The European neighbors saw the overload coming in 2015, when German Chancellor Angela Merkel decided at the last minute to leave the border open – for fear of ugly images. Merkel thus made the exception the rule; anyone who wanted to apply for asylum was allowed in, regardless of whether they came from a safe third country. And that is how it has remained to this day.

From January to August 2024 alone, 160,140 initial applications for asylum were submitted in Germany, and in 2023 as a whole, the number was around 330,000. In the whole of 2023, only 5,000 people were transferred to other EU countries under the Dublin rules – only eleven to Italy.

The Schengen-Dublin system no longer works

The Dublin system does not work, the vast majority of asylum seekers remain in Germany – even if they are rejected. More people come into the country in two days than are deported each month. The approach proposed by Faeser at the failed asylum summit last Tuesday of detaining refugees who had already been registered in another European country near the border and returning them to the country of first reception could have prevented (and not only) the murders in Solingen.
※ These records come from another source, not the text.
"""Wrong calls: each is refused with its own words, the right status, and no traceback."""

from __future__ import annotations

import pytest

import acsolve as door
from tests.cli.runner import acsolve, circuit

LEVEL = circuit("level_float")
PAIRS = ("--from", "wiper", "--to", "out")

WRONG = [
    (("solve", LEVEL), "command.unknown"),
    (("transfr", LEVEL), "command.unknown"),
    (("transfer",), "option.value"),
    (("transfer", LEVEL, LEVEL), "option.value"),
    (("transfer", LEVEL, "--shape", "x"), "option.unknown"),
    (("transfer", LEVEL, "--form", "x"), "option.value"),
    (("transfer", LEVEL, "--from"), "option.value"),
    (("transfer", LEVEL, "--from", "wiper"), "option.value"),
    (("transfer", LEVEL, *PAIRS, "--through", "M1"), "option.value"),
    (("transfer", LEVEL, *PAIRS, "--quantity", "power"), "option.value"),
    (("sweep", LEVEL, *PAIRS, "--into", "out"), "option.value"),
    (("sweep", LEVEL, "--at", "1Hz", "--band", "1Hz..2Hz"), "option.value"),
    (("transfer", LEVEL, "--from", "nowhere", "--to", "out"), "name.unknown-node"),
    (("transfer", LEVEL, "--from", "wiper", "--to", "wiper,wiper"), "question.same-node"),
    (("transfer", LEVEL, "--from", "wiper", "--through", "M9"), "question.unknown-name"),
    (("transfer", LEVEL, "--variant", "none such"), "variant.unknown"),
    (("transfer", LEVEL, "--let", "R1"), "option.value"),
    (("transfer", LEVEL, "--let", "R9=1k"), "question.unknown-name"),
    (("transfer", LEVEL, "--let", "R1=1nF"), "value.unit"),
    (("transfer", LEVEL, "--keep", "R9"), "option.value"),
    (("transfer", LEVEL, "--budget", "many"), "option.value"),
    (("impedance", LEVEL), "question.no-pair"),
    (("cutoff", circuit("five_sections")), "question.no-pair"),
    (("cutoff", LEVEL, "--level", "6"), "value.level"),
    (("sweep", LEVEL, "--band", "1MHz..1Hz"), "value.band"),
    (("sweep", LEVEL, "--points", "some"), "sweep.points"),
    (("sweep", LEVEL, "--points", "1"), "sweep.points"),
    (("sweep", LEVEL, "--save", "table.doc"), "save.ending"),
    (("transfer", LEVEL, "--save", "table.csv"), "save.ending"),
    (("sweep", LEVEL, "--save", "no/such/folder/table.csv"), "save.failed"),
]
UNANSWERED = [
    (("cutoff", LEVEL, "--reference", "infinity"), "question.no-reference"),
    (("cutoff", circuit("five_sections"), "--from", "src", "--to", "out"), "question.no-value"),
    (("sweep", circuit("five_sections"), "--from", "src", "--to", "out"), "question.no-value"),
    (
        ("cutoff", circuit("mast_cable"), "--from", "send", "--to", "far_end", "--symbolic"),
        "equations.not-rational",
    ),
]


@pytest.mark.parametrize(
    ("arguments", "code", "status"),
    [(*case, 2) for case in WRONG] + [(*case, 1) for case in UNANSWERED],
    ids=lambda value: None if not isinstance(value, tuple) else " ".join(map(str, value))[-60:],
)
def test_refused(arguments, code, status):
    """A wrong call has status 2, an unanswerable question 1; the reason is on standard error."""
    found = acsolve(*arguments)
    assert found.status == status
    assert found.out == ""
    assert code in found.err
    assert "Traceback" not in found.err


@pytest.mark.parametrize(("arguments", "code"), WRONG + UNANSWERED)
def test_refused_in_json(arguments, code):
    """With --json the reason is a document on standard output, and only there."""
    found = acsolve(*arguments, "--json")
    if arguments[-1] == "--from":
        return
    assert found.err == ""
    assert found.document["format"] == 1
    assert "answers" not in found.document
    keys = {"code", "message", "file", "line", "column", "hint"}
    assert all(set(item) >= keys for item in found.document["errors"])
    assert code in [item["code"] for item in found.document["errors"]]


def test_an_option_is_named_as_the_place():
    """A value that does not read is marked under the name of its option, which is no file."""
    arguments = ("sweep", LEVEL, "--band", "1MHz..1Hz")
    assert "--band, line 1, column 1" in acsolve(*arguments).err
    (error,) = acsolve(*arguments, "--json").document["errors"]
    assert (error["file"], error["line"], error["where"]) == (None, None, "--band")


def test_unanswerable_question_marks_its_line():
    """A question of the file that has no answer is shown with its line."""
    found = acsolve("cutoff", LEVEL, "--reference", "infinity")
    assert "line 14" in found.err
    assert "ask cutoff" in found.err


def test_answered_questions_are_shown_beside_the_one_that_fails(tmp_path):
    """One question without an answer does not hide the answers of the others."""
    file = tmp_path / "two.circuit"
    file.write_text(
        "in -- R1 = 1k -- out -- C1 = 1n -- gnd\nin -- L1 = 1m -- gnd\n"
        "ask cutoff from in to out\nask cutoff into in\nask transfer from in to out\n"
    )
    file.write_text(file.read_text().replace("ask cutoff into in\n", ""))
    found = acsolve("cutoff", file)
    assert found.status == 0
    file.write_text(file.read_text() + "lone -- C2 = 1n -- far\nask cutoff from in to far\n")
    found = acsolve("cutoff", file)
    assert found.status == 1
    assert "159.155 kHz" in found.out
    assert "ask cutoff from in to far" in found.err


def test_check_of_a_network_that_makes_no_sense(tmp_path):
    """`check` answers with every problem, and its status says the file is wrong."""
    file = tmp_path / "loop.circuit"
    file.write_text(
        "gnd -- V1 : voltage_source(amplitude = 1 V) -- a\n"
        "gnd -- V2 : voltage_source(amplitude = 2 V) -- a\na -- R1 = 1k -- gnd\n"
    )
    found = acsolve("check", file)
    assert found.status == 2
    assert "graph.voltage-loop" in found.out
    document = acsolve("check", file, "--json").document
    assert document["answers"][0]["ok"] is False
    assert document["errors"][0]["code"] == "graph.voltage-loop"


def test_a_zero_answer_says_why(tmp_path):
    """An answer that is zero for want of a connection comes with that warning."""
    file = tmp_path / "apart.circuit"
    file.write_text("a -- R1 = 1k -- gnd\nb -- R2 = 1k -- gnd\n")
    found = acsolve("transfer", file, "--from", "a", "--to", "b")
    assert found.status == 0
    assert "graph.unreachable" in found.err


def test_defect_is_one_line(monkeypatch):
    """An error of ours is one line that asks for a report, with a status of its own."""

    def broken(*_: object, **__: object) -> None:
        raise RuntimeError("a slip\nof ours")

    monkeypatch.delenv("ACSOLVE_DEBUG", raising=False)
    monkeypatch.setattr(door.Path, "transfer", broken)
    found = acsolve("transfer", LEVEL)
    assert found.status == 70
    assert found.err.count("\n") == 1
    assert "RuntimeError: a slip of ours" in found.err
    monkeypatch.setenv("ACSOLVE_DEBUG", "1")
    with pytest.raises(RuntimeError, match="a slip"):
        acsolve("transfer", LEVEL)


def test_interrupt_is_one_line(monkeypatch):
    """Ctrl-C ends with one line and status 130."""

    def stopped(*_: object, **__: object) -> None:
        raise KeyboardInterrupt

    monkeypatch.setattr(door.Path, "transfer", stopped)
    found = acsolve("transfer", LEVEL)
    assert (found.status, found.err) == (130, "acsolve: stopped\n")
So what does all this mean for the future of the Schengen-Dublin system? First of all, the border closure now ordered by Germany contradicts the principle of open internal borders. Since October 2023, there have been stationary controls at the borders with Poland, the Czech Republic and Switzerland. The newly ordered controls affect the borders with Denmark, Belgium, the Netherlands and Luxembourg. As a result, the Schengen Agreement is being largely undermined, at least for the time being.

The German move is being hotly debated, and not just on social media. The accusation is that first Germany, with Angela Merkel, is triggering mass migration and forcing it on other Europeans, and then it is destroying Schengen. Regaining trust could be difficult.